The Girl I Left Behind Me

Jessica Walker & Neil Bartlett

Venue: Theatre Royal, Brighton

Festival:


Low Down

The audience are taken on a journey of story and song, from the cross-dressers of the Victorian Music hall to the bright lights of New York city in the 1800’s.

Review

Jessica Walker is certainly a captivating performer – she is cooly confident as she takes to the stage, dressed in tails and dicky-bow. There is no denying that she is a woman – her high cheekbones and red lips are undoubtedly feminine. However, when she dons one of the many hats positioned onstage to inhabit her male persona her stature changes and becomes decidedly masculine – a well-gauged homage to the women whose stories are being told.

 
The Girl I Left Behind Me is an examination of the long-lived and fascinating era in which female drag acts (that is, women pretending to be men) graced the stages of theatres and music halls across the land, singing lewd and bawdy songs to great acclaim.
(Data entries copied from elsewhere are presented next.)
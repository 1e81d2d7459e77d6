/**
 * Constants of the photovoltaic, interconnection, storage, generator and motor articles.
 * Source: NFPA 70-2017 690, 705, 706, 445; NFPA 70-2020 690; 430.22 and 430.52 as long-standing practice; 445.12(C) and
 * thresholds of 690.11 and 690.12 as read in 2017.
 */
import type { Edition } from "../types";

/** 690.8(A), 690.8(B)(1), 705.28(B), 706.31(B): factor of a continuous current. */
export const CONTINUOUS_FACTOR = 1.25;
/** 690.8(A)(1): irradiance above standard conditions. */
export const PV_IRRADIANCE_FACTOR = 1.25;
/** 690.8(A)(1)(2): an engineered current may not fall below this share, from 100 kW. */
export const PV_ENGINEERED_FLOOR = 0.7;
export const PV_ENGINEERED_MIN_KW = 100;
/** 690.7: on or in one- and two-family dwellings, other buildings, not on buildings. */
export const PV_BUILDING_VOLTAGE = { dwelling: 600, building: 1000, ground: 1500 } as const;
/** 705.12(B): share of the busbar with the sources at opposite ends. */
export const BUSBAR_OPPOSITE_FACTOR = 1.2;
/** 445.13(A): generator conductors to the first distribution device. */
export const GENERATOR_CONDUCTOR_FACTOR = 1.15;
/** 430.22: conductors of a single continuous-duty motor. */
export const MOTOR_CONDUCTOR_FACTOR = 1.25;
/** 430.52: largest rating of an inverse time breaker and of a dual element fuse, share of full-load current. */
export const MOTOR_OCPD_FACTOR = { "inverse time breaker": 2.5, "dual element fuse": 1.75, "nontime delay fuse": 3 } as const;
/** 705.12(A)(3) of 2023: a tap carries a third of all devices that can feed it. */
export const TAP_SHARE_25_FT = 1 / 3;
export const TAP_SHARE_10_FT = 0.1;
/** 310.10(G)(1): smallest conductor that may be paralleled. */
export const PARALLEL_MIN_SIZE = "1/0 AWG" as const;
/** 705.11(B): smallest supply-side conductors from 2020. */
export const SUPPLY_SIDE_MIN_SIZE = { copper: "6 AWG", aluminum: "4 AWG" } as const;
/** 310.14(A)(2): a hotter or more crowded part of this length, or this share of the circuit, need not govern. */
export const LESSER_PART_FT = 10;
export const LESSER_PART_SHARE = 0.1;
/** 110.14(C)(1): terminals of circuits to this rating are 60 °C unless marked. */
export const TERMINAL_60C_MAX_A = 100;
/** Series converter input rating as maximum current: 690.8(A)(2), from 2020. */
export const CONVERTER_INPUT_FROM: Edition = "2020";
/** Informational notes of 210.19 and 215.2. */
export const VOLTAGE_DROP_BRANCH_PCT = 3;
export const VOLTAGE_DROP_TOTAL_PCT = 5;
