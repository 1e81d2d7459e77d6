/** Every table with its own account of how sure its values are, for the page that lists them and for the tests. */
import type { TableInfo } from "../types";
import { AC_IMPEDANCE_INFO } from "./ac-impedance";
import { AMPACITY_INFO } from "./ampacity";
import { BENDING_SPACE_INFO } from "./bending-space";
import { BONDING_JUMPER_INFO } from "./bonding-jumper";
import { BOX_VOLUME_INFO } from "./box-volume";
import { BURIAL_INFO } from "./burial-depth";
import { COMPACT_DIMENSIONS_INFO } from "./compact-dimensions";
import { CONDUCTOR_DIMENSIONS_INFO } from "./conductor-dimensions";
import { CONDUCTOR_PROPERTIES_INFO } from "./conductor-properties";
import { ADJUSTMENT_INFO, CORRECTION_INFO, PV_CORRECTION_INFO } from "./correction";
import { DWELLING_SERVICE_INFO } from "./dwelling-service";
import { EGC_INFO } from "./egc";
import { GEC_INFO } from "./gec";
import { SMALL_CONDUCTOR_INFO, STANDARD_RATINGS_INFO } from "./overcurrent";
import { MOTOR_CURRENT_INFO } from "./motor-current";
import { VOLTAGE_CORRECTION_INFO } from "./pv-voltage";
import { PV_WIRE_AMPACITY_INFO } from "./pv-wire-ampacity";
import { RACEWAY_DIMENSIONS_INFO } from "./raceway-dimensions";
import { FILL_INFO } from "./raceway-fill";
import { TORQUE_INFO } from "./torque";
import { WIREWAY_INFO } from "./wireway";
import { WORKING_SPACE_INFO } from "./working-space";

export const TABLES: readonly TableInfo[] = [
  AMPACITY_INFO, CORRECTION_INFO, ADJUSTMENT_INFO, PV_CORRECTION_INFO, PV_WIRE_AMPACITY_INFO, STANDARD_RATINGS_INFO,
  SMALL_CONDUCTOR_INFO, EGC_INFO, GEC_INFO, BONDING_JUMPER_INFO, DWELLING_SERVICE_INFO, FILL_INFO, RACEWAY_DIMENSIONS_INFO,
  CONDUCTOR_DIMENSIONS_INFO, COMPACT_DIMENSIONS_INFO, CONDUCTOR_PROPERTIES_INFO, AC_IMPEDANCE_INFO, VOLTAGE_CORRECTION_INFO,
  WIREWAY_INFO, BENDING_SPACE_INFO, BOX_VOLUME_INFO, BURIAL_INFO, WORKING_SPACE_INFO, TORQUE_INFO, MOTOR_CURRENT_INFO,
];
Presented almost as a performance-lecture Jessica tells the stories of some of this genre’s most famous heroines, interspersing them with expert renditions of the songs they sang. We hear about the heartbreak of Johnny who lost the lady, Johnny who loved the ladies – in fact there is a whole section dedicated to the infamous Johnny, who features in so many of these ballads.
 
The production does a very fine job of presenting the contradictions within the buttoned up Victorian society, which on the one hand fiercely disapproved of and criminalised male homosexuality and no doubt had little conception or understanding of female homosexuality, and on the other completely accepted, nay, embraced the risque fiction of a woman parading around onstage dressed as man – singing of her love for women.
 
In the show, Jessica doesn’t imply that all these male impersonators were lesbians, and that is not really what the show is about at all. The true sexuality of the women is in some ways irrelevant, it is the way they were perceived by the public which is what this piece examines. 
We do hear some interesting stories involving sexuality however, especially the tale of Annie Hindle, who married her dresser – as a man. We don’t know how the relationship turned out, but we do know that it killed her career – as the finely balanced line between fiction and reality was shattered for the audience, who stopped trusting that she was a woman at all and therefore lost interest and belief in her gimmick.
 
The staging of this show was simple – one woman, accompanied by a very fine pianist on a grand piano. Strangely she seemed to decide whether to speak into the microphone at random, and this felt a little odd. I can understand that it was there to save her voice during the talking sections (as she very impressively sang unamplified) however I found the lack of consistency a little distracting.
 
Overall this was a very nicely presented exploration of the role male impersonators have played in the cultural past of the UK and USA, delivered by a talented singer who displayed a wry sense of humour and enquiring mind. It is a great collaboration between Neil Bartlett (a well respected writer, performer and director ) and Jessica Walker who has a wealth of talent and a magnetising stage presence.